MEDICAID & PRENUPTIAL AGREEMENTS – PART 2
We left readers asking, “How Medicaid treat a prenuptial agreement estate plan?” in MEDICAID & PRENUPTIAL AGREEMENTS – PART 1 last month. The question required Part 1’s background information to support our answer in this Part 2. This conclusion of our two-part series about Medicaid and prenuptial agreements explains how Medicaid treats prenuptial agreements. [Please note that this article provides more complex information than we normally provide in this blog, and people should not act on this information without consulting an experienced and reputable elder law attorney. If you missed Part 1, please go to our blog at www.hawkinselderlaw.com/blog/ and read it now.]
Prenuptial Agreement Effectiveness in a Nursing Home Resident’s Medicaid Application
Remember our discussion of the “Snapshot” and “Resource Allowances” in Part 1? The Medicaid Snapshot counts a married couple’s resources – his, hers, and their resources – even if the couple made a prenuptial agreement. This does not mean that prenuptial agreements are worthless, but couples must plan well to protect assets against nursing home costs. A well organized couple should plan specifically for this situation before a spouse needs nursing home care. Their pre-wedding plans should include a prenuptial agreement estate plan.
Include LTC Planning in the Prenuptial Agreement Estate Plan
A prenuptial agreement and asset protection estate plan that includes long-term care (LTC) details in the prenuptial agreement may offer great results. Important LTC details include:
- Acknowledgment that a spouse may need Medicaid assistance to pay nursing home costs.
- A plan to transfer an institutional spouse’s assets to the community spouse for safekeeping from nursing home costs.
- A plan to deliver each spouse’s assets to that spouse’s intended beneficiaries.
Foreseeable LTC Needs
A prenuptial agreement needs to state that it is foreseeable for the husband or wife to need nursing home care in the future, because Indiana Code Section 31-11-3-8(b) says:
http://iga.in.gov/legislative/laws/2018/ic/titles/031#31-11-3-8
If:
(1) a provision of a premarital agreement modifies or eliminates spousal maintenance; and
(2) the modification or elimination causes one (1) party to the agreement extreme hardship under circumstances not reasonably foreseeable at the time of the execution of the agreement;
a court, notwithstanding the terms of the agreement, may require the other party to provide spousal maintenance to the extent necessary to avoid extreme hardship.

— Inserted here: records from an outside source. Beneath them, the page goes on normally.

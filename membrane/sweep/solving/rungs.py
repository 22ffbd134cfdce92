"""Meshes of an outline, each finer than the last, with the matrices of the study's own head."""

from __future__ import annotations

from collections import OrderedDict
from dataclasses import dataclass

from membrane.coefficients import coefficients
from membrane.kernel import Kernel
from membrane.mesh import Resolution, make_mesh, suited_resolution
from membrane.outline import draw
from membrane.pencil import assemble
from membrane.records.membrane import Membrane
from membrane.records.mesh import Mesh
from membrane.records.outline import Outline
from membrane.records.pencil import Pencil
from membrane.records.study import Study
from membrane.sweep.solving.shaping import shape_of

HELD = 3
"""Outlines whose meshes and matrices a process keeps."""

FINER = 10.0
"""Excess of the error that the next mesh is made for. What a point would need exactly would
make the meshes depend on which point came first."""


@dataclass(frozen=True)
class Rung:
    """A mesh of an outline, and the pencils of the study's own head on it."""

    resolution: Resolution
    outline: Outline
    membrane: Membrane
    mesh: Mesh
    fine: Pencil
    coarse: Pencil


class Ladders:
    """The rungs of the outlines that were last asked for, made when they are needed.

    guaranteed : whether the meshes are to be such that the proofs cover them
    """

    def __init__(self, guaranteed: bool) -> None:
        self._guaranteed = guaranteed
        self._held: OrderedDict[str, list[Rung]] = OrderedDict()

    def rung(self, own: Study, place: int) -> Rung:
        """The mesh of a place, from 0, for a study's own head. Raises MembraneError."""
        name = shape_of(own)
        ladder = self._held.setdefault(name, [])
        self._held.move_to_end(name)
        while len(self._held) > HELD:
            self._held.popitem(last=False)
        while len(ladder) <= place:
            finer = ladder[-1].resolution.finer(FINER) if ladder else None
            ladder.append(made(own, finer, self._guaranteed))
        return ladder[place]


def made(own: Study, resolution: Resolution | None, guaranteed: bool) -> Rung:
    """A mesh of a study's outline and its pencils; the first that should do if none is given."""
    with Kernel.session() as kernel:
        outline = draw(kernel, own)
        membrane = coefficients(own, outline)
        wanted = resolution or suited_resolution(kernel, outline, membrane, own.modes)
        used = wanted.of_proofs if guaranteed else wanted
        mesh = make_mesh(kernel, outline, membrane, own.modes, used, fans=not guaranteed)
    fine, coarse = (
        assemble(membrane, mesh, degree) for degree in (wanted.degree, wanted.coarser_degree)
    )
    return Rung(wanted, outline, membrane, mesh, fine, coarse)
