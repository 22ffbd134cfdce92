"""The curves of a cut head, each with the name of the edge it belongs to."""

from __future__ import annotations

from collections.abc import Mapping

import numpy as np

from membrane.errors import OutlineError
from membrane.kernel import Kernel
from membrane.outline.cut import Cut
from membrane.records.outline import Curve

# Where along a curve its points are compared, as shares of its parameter range.
_SHARES = np.array([0.17, 0.5, 0.79])
_NEAR = 1e-6


def curves(kernel: Kernel, cut: Cut, edges: Mapping[str, tuple[int, ...]]) -> tuple[Curve, ...]:
    """Name every curve that bounds a remaining face: edges first, in their order.

    edges : name of an outline edge -> loose copies of its curves

    A curve between a remaining face and a hole bears the hole's name; a curve at one
    remaining face and nothing else, the name of the outline edge that it lies on. The
    kernel's own record of what became of a curve is not reliable after a cut.
    """
    found = []
    for tag in sorted({tag for face in cut.patches for tag in kernel.border(face)}):
        found.append(Curve(tag, _edge(kernel, cut, edges, tag), kernel.length(tag)))
    order = {name: k for k, name in enumerate([*edges, *dict.fromkeys(cut.holes.values())])}
    _check_all(order, {curve.edge for curve in found})
    return tuple(sorted(found, key=lambda c: (order.get(c.edge or "", len(order)), c.tag)))


def _edge(kernel: Kernel, cut: Cut, edges: Mapping[str, tuple[int, ...]], tag: int) -> str | None:
    faces = kernel.neighbours(tag)
    if sum(face in cut.patches for face in faces) == 2:
        return None
    for face in faces:
        if face in cut.holes:
            return cut.holes[face]
    return _nearest(kernel, edges, tag)


def _nearest(kernel: Kernel, edges: Mapping[str, tuple[int, ...]], tag: int) -> str:
    first, last = kernel.bounds(tag)
    points = kernel.evaluate(tag, first + _SHARES * (last - first))
    distances = {
        name: min(kernel.distance(points, copy) for copy in copies)
        for name, copies in edges.items()
    }
    name = min(distances, key=lambda name: distances[name])
    if distances[name] > _NEAR * kernel.length(tag):
        raise OutlineError(
            "A part of the outline's boundary has no name; "
            "the geometry script must name all of its edges."
        )
    return name


def _check_all(names: Mapping[str, int], found: set[str | None]) -> None:
    for name in names:
        if name not in found:
            raise OutlineError(
                f"Nothing is left of the edge {name}; move or leave out what cuts it away."
            )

An engaged couple should expect the husband or wife to require nursing home care in the future, because the Indiana Long Term Care Insurance Program website says:
Overall, individuals living over the age of 65 will have a 60-70% chance of needing some type of long term care service.
https://www.in.gov/iltcp/2371.
A prenuptial agreement can cover this base with a statement that it is foreseeable
Plan to Transfer Assets to Community Spouse
When a spouse needs nursing home care (the “Institutional Spouse”), Medicaid limits the Institutional Spouse’s resources to $2,000. However, Medicaid allows the other spouse (the “Community Spouse”) to keep many more countable resources (up to $126,420 in 2019). The Community Spouse can also keep many assets that are exempt from being counted as resources. The couple’s asset protection plan can use the Community Spouse’s large resource allowance and ability to keep exempt assets to protect most of both spouses’ assets. The asset protection plan must include powers of attorney and wills that include specialized language for couples with prenuptial agreements.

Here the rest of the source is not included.